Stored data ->

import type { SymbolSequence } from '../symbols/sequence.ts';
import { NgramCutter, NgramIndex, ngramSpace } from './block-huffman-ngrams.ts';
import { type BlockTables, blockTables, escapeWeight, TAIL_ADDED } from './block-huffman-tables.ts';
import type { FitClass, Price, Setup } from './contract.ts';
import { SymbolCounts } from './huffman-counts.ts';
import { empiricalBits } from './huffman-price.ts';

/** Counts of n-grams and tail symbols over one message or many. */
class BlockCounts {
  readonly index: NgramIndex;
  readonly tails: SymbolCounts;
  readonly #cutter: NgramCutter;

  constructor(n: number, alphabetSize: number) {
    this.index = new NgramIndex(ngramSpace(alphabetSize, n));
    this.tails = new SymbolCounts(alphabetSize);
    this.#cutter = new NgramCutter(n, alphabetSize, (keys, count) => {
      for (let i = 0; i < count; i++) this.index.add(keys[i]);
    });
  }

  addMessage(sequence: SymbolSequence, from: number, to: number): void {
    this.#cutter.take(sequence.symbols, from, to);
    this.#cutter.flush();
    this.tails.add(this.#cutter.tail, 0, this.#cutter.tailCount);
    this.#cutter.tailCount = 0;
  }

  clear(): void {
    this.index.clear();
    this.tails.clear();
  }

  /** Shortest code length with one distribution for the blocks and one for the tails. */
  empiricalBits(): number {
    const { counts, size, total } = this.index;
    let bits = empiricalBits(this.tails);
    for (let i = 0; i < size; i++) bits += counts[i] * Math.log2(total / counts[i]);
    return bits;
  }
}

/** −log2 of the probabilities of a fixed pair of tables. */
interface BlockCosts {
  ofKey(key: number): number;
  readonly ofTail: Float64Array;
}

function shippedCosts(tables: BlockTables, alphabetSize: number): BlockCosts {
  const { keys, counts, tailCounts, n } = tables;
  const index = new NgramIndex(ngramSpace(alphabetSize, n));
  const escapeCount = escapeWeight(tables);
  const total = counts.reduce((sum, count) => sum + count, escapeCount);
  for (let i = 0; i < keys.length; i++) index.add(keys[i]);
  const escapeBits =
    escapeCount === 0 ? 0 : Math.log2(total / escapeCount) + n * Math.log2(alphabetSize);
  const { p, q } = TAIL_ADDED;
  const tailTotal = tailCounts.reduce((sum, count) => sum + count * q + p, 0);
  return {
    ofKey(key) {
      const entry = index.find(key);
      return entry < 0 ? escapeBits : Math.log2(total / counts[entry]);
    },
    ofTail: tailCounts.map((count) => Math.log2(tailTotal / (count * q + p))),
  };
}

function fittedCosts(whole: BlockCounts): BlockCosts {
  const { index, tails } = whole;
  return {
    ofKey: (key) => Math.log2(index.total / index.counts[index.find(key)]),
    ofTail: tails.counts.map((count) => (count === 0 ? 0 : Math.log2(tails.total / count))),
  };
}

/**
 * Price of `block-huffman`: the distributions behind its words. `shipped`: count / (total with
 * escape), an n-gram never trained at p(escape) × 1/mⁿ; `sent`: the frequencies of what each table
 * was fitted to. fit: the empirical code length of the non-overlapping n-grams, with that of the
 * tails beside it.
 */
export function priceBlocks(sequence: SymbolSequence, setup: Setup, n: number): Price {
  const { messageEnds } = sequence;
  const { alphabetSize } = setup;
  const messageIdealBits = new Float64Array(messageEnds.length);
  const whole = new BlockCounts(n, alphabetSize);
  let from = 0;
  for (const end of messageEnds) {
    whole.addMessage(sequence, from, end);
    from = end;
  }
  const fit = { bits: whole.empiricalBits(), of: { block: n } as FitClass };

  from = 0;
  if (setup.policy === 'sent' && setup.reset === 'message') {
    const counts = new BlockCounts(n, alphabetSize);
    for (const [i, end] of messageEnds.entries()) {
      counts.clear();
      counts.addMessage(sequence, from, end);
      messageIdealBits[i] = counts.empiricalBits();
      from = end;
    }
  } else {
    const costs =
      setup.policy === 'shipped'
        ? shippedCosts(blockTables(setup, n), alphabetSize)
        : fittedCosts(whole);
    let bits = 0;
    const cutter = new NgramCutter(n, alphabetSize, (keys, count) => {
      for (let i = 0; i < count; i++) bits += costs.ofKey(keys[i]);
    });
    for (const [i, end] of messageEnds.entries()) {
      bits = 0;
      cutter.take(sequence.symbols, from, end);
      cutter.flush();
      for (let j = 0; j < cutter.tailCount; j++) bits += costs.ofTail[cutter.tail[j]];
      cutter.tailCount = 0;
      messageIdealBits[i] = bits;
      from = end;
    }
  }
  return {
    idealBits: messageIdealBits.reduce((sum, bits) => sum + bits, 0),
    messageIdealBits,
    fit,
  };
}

REQUIRED ACTION -> Each line must be given again exactly as written above.

ANSWER TO THIS EXERCISE ->
import type { SymbolSequence } from '../symbols/sequence.ts';
import { NgramCutter, NgramIndex, ngramSpace } from './block-huffman-ngrams.ts';
import { type BlockTables, blockTables, escapeWeight, TAIL_ADDED } from './block-huffman-tables.ts';
import type { FitClass, Price, Setup } from './contract.ts';
import { SymbolCounts } from './huffman-counts.ts';
import { empiricalBits } from './huffman-price.ts';

/** Counts of n-grams and tail symbols over one message or many. */
class BlockCounts {
  readonly index: NgramIndex;
  readonly tails: SymbolCounts;
  readonly #cutter: NgramCutter;

  constructor(n: number, alphabetSize: number) {
    this.index = new NgramIndex(ngramSpace(alphabetSize, n));
    this.tails = new SymbolCounts(alphabetSize);
    this.#cutter = new NgramCutter(n, alphabetSize, (keys, count) => {
      for (let i = 0; i < count; i++) this.index.add(keys[i]);
    });
  }

  addMessage(sequence: SymbolSequence, from: number, to: number): void {
    this.#cutter.take(sequence.symbols, from, to);
    this.#cutter.flush();
    this.tails.add(this.#cutter.tail, 0, this.#cutter.tailCount);
    this.#cutter.tailCount = 0;
  }

  clear(): void {
    this.index.clear();
    this.tails.clear();
  }

  /** Shortest code length with one distribution for the blocks and one for the tails. */
  empiricalBits(): number {
    const { counts, size, total } = this.index;
    let bits = empiricalBits(this.tails);
    for (let i = 0; i < size; i++) bits += counts[i] * Math.log2(total / counts[i]);
    return bits;
  }
}

/** −log2 of the probabilities of a fixed pair of tables. */
interface BlockCosts {
  ofKey(key: number): number;
  readonly ofTail: Float64Array;
}

function shippedCosts(tables: BlockTables, alphabetSize: number): BlockCosts {
  const { keys, counts, tailCounts, n } = tables;
  const index = new NgramIndex(ngramSpace(alphabetSize, n));
  const escapeCount = escapeWeight(tables);
  const total = counts.reduce((sum, count) => sum + count, escapeCount);
  for (let i = 0; i < keys.length; i++) index.add(keys[i]);
  const escapeBits =
    escapeCount === 0 ? 0 : Math.log2(total / escapeCount) + n * Math.log2(alphabetSize);
  const { p, q } = TAIL_ADDED;
  const tailTotal = tailCounts.reduce((sum, count) => sum + count * q + p, 0);
  return {
    ofKey(key) {
      const entry = index.find(key);
      return entry < 0 ? escapeBits : Math.log2(total / counts[entry]);
    },
    ofTail: tailCounts.map((count) => Math.log2(tailTotal / (count * q + p))),
  };
}

function fittedCosts(whole: BlockCounts): BlockCosts {
  const { index, tails } = whole;
  return {
    ofKey: (key) => Math.log2(index.total / index.counts[index.find(key)]),
    ofTail: tails.counts.map((count) => (count === 0 ? 0 : Math.log2(tails.total / count))),
  };
}

/**
 * Price of `block-huffman`: the distributions behind its words. `shipped`: count / (total with
 * escape), an n-gram never trained at p(escape) × 1/mⁿ; `sent`: the frequencies of what each table
 * was fitted to. fit: the empirical code length of the non-overlapping n-grams, with that of the
 * tails beside it.
 */
export function priceBlocks(sequence: SymbolSequence, setup: Setup, n: number): Price {
  const { messageEnds } = sequence;
  const { alphabetSize } = setup;
  const messageIdealBits = new Float64Array(messageEnds.length);
  const whole = new BlockCounts(n, alphabetSize);
  let from = 0;
  for (const end of messageEnds) {
    whole.addMessage(sequence, from, end);
    from = end;
  }
  const fit = { bits: whole.empiricalBits(), of: { block: n } as FitClass };

  from = 0;
  if (setup.policy === 'sent' && setup.reset === 'message') {
    const counts = new BlockCounts(n, alphabetSize);
    for (const [i, end] of messageEnds.entries()) {
      counts.clear();
      counts.addMessage(sequence, from, end);
      messageIdealBits[i] = counts.empiricalBits();
      from = end;
    }
  } else {
    const costs =
      setup.policy === 'shipped'
        ? shippedCosts(blockTables(setup, n), alphabetSize)
        : fittedCosts(whole);
    let bits = 0;
    const cutter = new NgramCutter(n, alphabetSize, (keys, count) => {
      for (let i = 0; i < count; i++) bits += costs.ofKey(keys[i]);
    });
    for (const [i, end] of messageEnds.entries()) {
      bits = 0;
      cutter.take(sequence.symbols, from, end);
      cutter.flush();
      for (let j = 0; j < cutter.tailCount; j++) bits += costs.ofTail[cutter.tail[j]];
      cutter.tailCount = 0;
      messageIdealBits[i] = bits;
      from = end;
    }
  }
  return {
    idealBits: messageIdealBits.reduce((sum, bits) => sum + bits, 0),
    messageIdealBits,
    fit,
  };
}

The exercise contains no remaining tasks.